Intercepting POST requests with sensitive data is not the only function of this fake SUPEE-5344 patch. It can also:

• steal customer data from the sales_flat_quote_payment and customer_entity tables (this time without encryption whatsoever).
• execute arbitrary PHP code on the server: shell_exec($_REQUEST[‘jpg’]);
• change permissions of all Magento files (the default setting is 777 – full access to anyone)
• delete the media/shop.jpg file when it is no longer needed.

All these extra functions only work if a request comes from a browser with the “Mozilla/5.0 (compatible; Yahoo!xSlurp; +//help.yahoo.com/help/us/ysearch/slurp)” user agent string. (note xSlurp).

Magento Under Attack

As we can see, the Magento malware ecosystem is maturing and attracting more hackers, and they’re bringing their arsenal of tried and true tricks and methods from WordPress and Joomla! malware with them. The growing market share of Magento ecommerce sites (#1 CMS in ecommerce and #4 CMS overall) and potential access to money flows, make attacks even with low success rates worthwhile.

When we inspect access logs of Magento sites we see:

1. Constant probes for various vulnerabilities (and the shoplift vulnerability is the most popular one)
2. Constant brute force attacks trying to guess admin user credentials (after all even owners of fully patched sites sometimes choose weak passwords)
3. Cross-infections from other compromised CMS applications like WordPress blogs that share the same server account with the Magento sites.

Dear Webmasters

If you have an online store powered by Magento, please, make sure you properly secure it. It’s not just about your site and your money (on some sites hackers hijack order forms so that site owners don’t receive any money from orders). You also put your customers money and information at serious risk.

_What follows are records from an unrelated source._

"""IEC 60063 preferred values (the E series) and the standard value nearest a wanted one.

IEC 60063:2015 lists, per decade, 3 values for the E3 series, 6 for E6, 12 for E12, 24 for
E24, 48 for E48, 96 for E96 and 192 for E192. E3 to E24 are historic two-digit tables that
the rule below does not reproduce (2.7, 3.3, 3.9, 4.7, 8.2 ... are not 10^(i/N) rounded),
so they are written out; E3 and E6 are every fourth and every second E12 value. E48, E96
and E192 follow the rule "10^(i/N) rounded to three significant figures" throughout, but
for the one exception the standard makes, in E192 (9.20 where the rule gives 9.19). The tables here were written from memory and
cross-checked against several independent public copies of the standard's lists; the
standard's own text was not at hand.
"""

from __future__ import annotations

import math
from typing import Callable

import numpy as np

E12 = (1.0, 1.2, 1.5, 1.8, 2.2, 2.7, 3.3, 3.9, 4.7, 5.6, 6.8, 8.2)
"""The E12 series (±10 % parts), one decade, as IEC 60063:2015 publishes it."""

E24 = (1.0, 1.1, 1.2, 1.3, 1.5, 1.6, 1.8, 2.0, 2.2, 2.4, 2.7, 3.0,
       3.3, 3.6, 3.9, 4.3, 4.7, 5.1, 5.6, 6.2, 6.8, 7.5, 8.2, 9.1)
"""The E24 series (±5 % parts), one decade, as IEC 60063:2015 publishes it."""

E96 = (1.00, 1.02, 1.05, 1.07, 1.10, 1.13, 1.15, 1.18, 1.21, 1.24, 1.27, 1.30,
       1.33, 1.37, 1.40, 1.43, 1.47, 1.50, 1.54, 1.58, 1.62, 1.65, 1.69, 1.74,
       1.78, 1.82, 1.87, 1.91, 1.96, 2.00, 2.05, 2.10, 2.15, 2.21, 2.26, 2.32,
       2.37, 2.43, 2.49, 2.55, 2.61, 2.67, 2.74, 2.80, 2.87, 2.94, 3.01, 3.09,
       3.16, 3.24, 3.32, 3.40, 3.48, 3.57, 3.65, 3.74, 3.83, 3.92, 4.02, 4.12,
       4.22, 4.32, 4.42, 4.53, 4.64, 4.75, 4.87, 4.99, 5.11, 5.23, 5.36, 5.49,
       5.62, 5.76, 5.90, 6.04, 6.19, 6.34, 6.49, 6.65, 6.81, 6.98, 7.15, 7.32,
       7.50, 7.68, 7.87, 8.06, 8.25, 8.45, 8.66, 8.87, 9.09, 9.31, 9.53, 9.76)
"""The E96 series (±1 % parts), one decade, as IEC 60063:2015 publishes it."""

E48 = E96[::2]
"""The E48 series (±2 % parts): every other E96 value, as IEC 60063:2015 lists it."""

E6 = E12[::2]
"""The E6 series (±20 % parts): every other E12 value, as IEC 60063:2015 lists it."""

E3 = E12[::4]
"""The E3 series (above ±20 %): every fourth E12 value, as IEC 60063:2015 lists it."""


def rule_values(n: int) -> tuple:
    """One decade of the rule-built series E``n``: 10^(i/n) to three significant figures.

    Parameters
    ----------
    n : int
        Values per decade (48, 96, 192).

    Returns
    -------
    tuple of float
        The mantissas in [1, 10), ascending, before any exception the standard makes.
    """
    # Integers in hundredths avoid a float landing a hair below a rounding boundary.
    return tuple(int(math.floor(100 * 10 ** (i / n) + 0.5)) / 100 for i in range(n))


E192 = tuple(9.20 if v == 9.19 else v for v in rule_values(192))
"""The E192 series (±0.5 % parts and better): the rule with the standard's one exception."""

SERIES = {"E3": E3, "E6": E6, "E12": E12, "E24": E24, "E48": E48, "E96": E96, "E192": E192}
"""Series name -> one decade of mantissas in [1, 10), ascending."""

SERIES_TOLERANCE = {"E3": 0.40, "E6": 0.20, "E12": 0.10, "E24": 0.05, "E48": 0.02, "E96": 0.01, "E192": 0.005}
"""The tolerance each series is usually bought with (fraction); IEC 60063:2015 pairs them."""


def _mantissas(series: str) -> np.ndarray:
    try:
        return np.asarray(SERIES[series])
    except KeyError:
        raise ValueError(f"unknown E series {series!r}; choose one of {', '.join(SERIES)}") from None


def _check_value(value: float) -> None:
    if not (value > 0 and math.isfinite(value)):
        raise ValueError(f"a standard value is wanted near {value!r}; only positive finite values have one")


def values_between(series: str, lo: float, hi: float) -> np.ndarray:
    """Every value of ``series`` from ``lo`` to ``hi`` inclusive, in SI units, ascending.

    Parameters
    ----------
    series : str
        ``one of :data:`SERIES`.
    lo, hi : float
        The range, in the part's unit (Ω, F, H ...); both positive.
    """
    _check_value(lo)
    _check_value(hi)
    m = _mantissas(series)
    decades = np.arange(math.floor(math.log10(lo)) - 1, math.floor(math.log10(hi)) + 2)
    # Rounding each product keeps 4.7e3 a clean 4700.0 instead of 4700.000000000001.
    vals = np.array([float(f"{v:.3e}") for v in (m[None, :] * 10.0 ** decades[:, None]).ravel()])
    return vals[(vals >= lo * (1 - 1e-12)) & (vals <= hi * (1 + 1e-12))]


def _ladder(series: str, value: float) -> np.ndarray:
    """Series values spanning a decade either side of ``value``."""
    return values_between(series, value / 10.0, value * 10.0)


def nearest(value: float, series: str) -> float:
    """The value of ``series`` nearest ``value`` on a logarithmic scale (ratio, not difference).

    Parameters
    ----------
    value : float
        Positive value in SI units.
    series : str
        ``one of :data:`SERIES`.

    Returns
    -------
    float
        The preferred value, in the same unit.
    """
    _check_value(value)
    ladder = _ladder(series, value)
    return float(ladder[np.argmin(np.abs(np.log(ladder / value)))])


def nearest_meeting(value: float, series: str, meets: Callable[[float], bool], direction: int,
                    max_steps: int = 6) -> float | None:
    """The series value nearest ``value`` on the side that meets a target, checked.

    Parameters
    ----------
    value : float
        The exact value that just meets the target (SI units).
    series : str
        ``one of :data:`SERIES`.
    meets : callable
        ``meets(x) -> bool``: whether the design with this part at ``x`` meets the target.
    direction : int
        +1 if values above ``value`` meet the target, −1 if values below do.
    max_steps : int
        How many series steps beyond ``value`` to try before giving up.

    Returns
    -------
    float or None
        The first series value, going from ``value`` in ``direction``, for which ``meets``
        holds; None if none of ``max_steps`` does (the target is then met only in a narrow
        window, or not robustly).
    """
    _check_value(value)
    if direction not in (1, -1):
        raise ValueError("direction must be +1 or -1")
    ladder = _ladder(series, value)
    tol = 1e-12 * value
    side = ladder[ladder >= value - tol] if direction > 0 else ladder[ladder <= value + tol][::-1]
    for candidate in side[:max_steps]:
        if meets(float(candidate)):
            return float(candidate)
    return None


LOG_STEPS_PER_DECADE = 24
"""Steps a decade for a value bought from no series (β, V_A, a rail): 10^(i/24) to three
significant figures, about 10 % apart (common practice, no source)."""


def _grid(series: str | None) -> tuple:
    return rule_values(LOG_STEPS_PER_DECADE) if series is None else tuple(_mantissas(series))


def _grid_value(mantissas: tuple, n: int) -> float:
    decade, i = divmod(n, len(mantissas))
    return float(f"{mantissas[i] * 10.0 ** decade:.3e}")


def step_value(value: float, steps: int, series: str | None = None, *, decade: bool = False) -> float:
    """The value ``steps`` places from ``value`` along its series, or a whole decade per step.

    A value between two series values goes first to its neighbour on the side of the step,
    so a step up and a step down come back to a series value.

    Parameters
    ----------
    value : float
        The value now, in its SI unit (Ω, F, H, V ...); non-zero. A negative value steps by
        its size and keeps its sign.
    steps : int
        Places to move: positive up, negative down.
    series : str, optional
        One of :data:`SERIES`; None steps on :data:`LOG_STEPS_PER_DECADE` equal ratios a decade.
    decade : bool
        Step by a factor of ten per step instead (the mantissa as written is kept).

    Returns
    -------
    float
        The new value, same unit and sign.
    """
    size = abs(value)
    _check_value(size)
    sign = math.copysign(1.0, value)
    if decade:
        return sign * float(f"{size * 10.0 ** steps:.12g}")
    mantissas = _grid(series)
    per = len(mantissas)
    first = (math.floor(math.log10(size)) - 1) * per
    # The nearest series places at or below and at or above the value (equal when on it).
    index = range(first, first + 3 * per)
    below = max(n for n in index if _grid_value(mantissas, n) <= size * (1 + 1e-9))
    above = min(n for n in index if _grid_value(mantissas, n) >= size * (1 - 1e-9))
    return sign * _grid_value(mantissas, (below if steps > 0 else above) + steps)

1. Make sure to keep your site up-to-date and fully patched all the time.
2. Monitor integrity of Magento files. Any changes in core files should be investigated as soon as possible.
3. Review all users with admin privileges. Delete any of them if you don’t recognize them.
4. Change passwords of all admin users. Seriously, change passwords.  They may have already been compromised during past attack, or they may be just too weak.
5. Isolate your eCommerce site from your other sites, especially from those that you don’t update,  and protect. Even your store blog should live on a separate hosting account.
6. Consider using a website firewall that will save your site from exploits, brute force attacks and unauthorized access.

Dear Online Shoppers

Lots of eCommerce sites fail to properly protect customer data and secure transactions that go through their servers. It’s virtually impossible to tell if you can trust any particular site. HTTPS, badges from security companies, PCI compliance claims (even valid) won’t help if a site is hacked. All you can do is minimize risks:

Stay away from sites that have visible problems that may affect security:

• No HTTPS
• Old versions of site software (SiteCheck can provide you with this information)
• Malware warning from anti-virus software, browser and search engines.
• Suspicious behavior (e.g. long load times may be a sign of a page contacting a third-party server behind the scenes)

Prefer sites that don’t require you to enter payment details on their own page and  redirect you to a payment gateway site (e.g. PayPal) to complete transaction.

• Use a dedicated credit card with low/adjustable limits for online shopping. If its number is stolen, you won’t lose much.
• Don’t re-use passwords if you have to create a customer account.
• Specify only the bare minimum information when you create a customer account.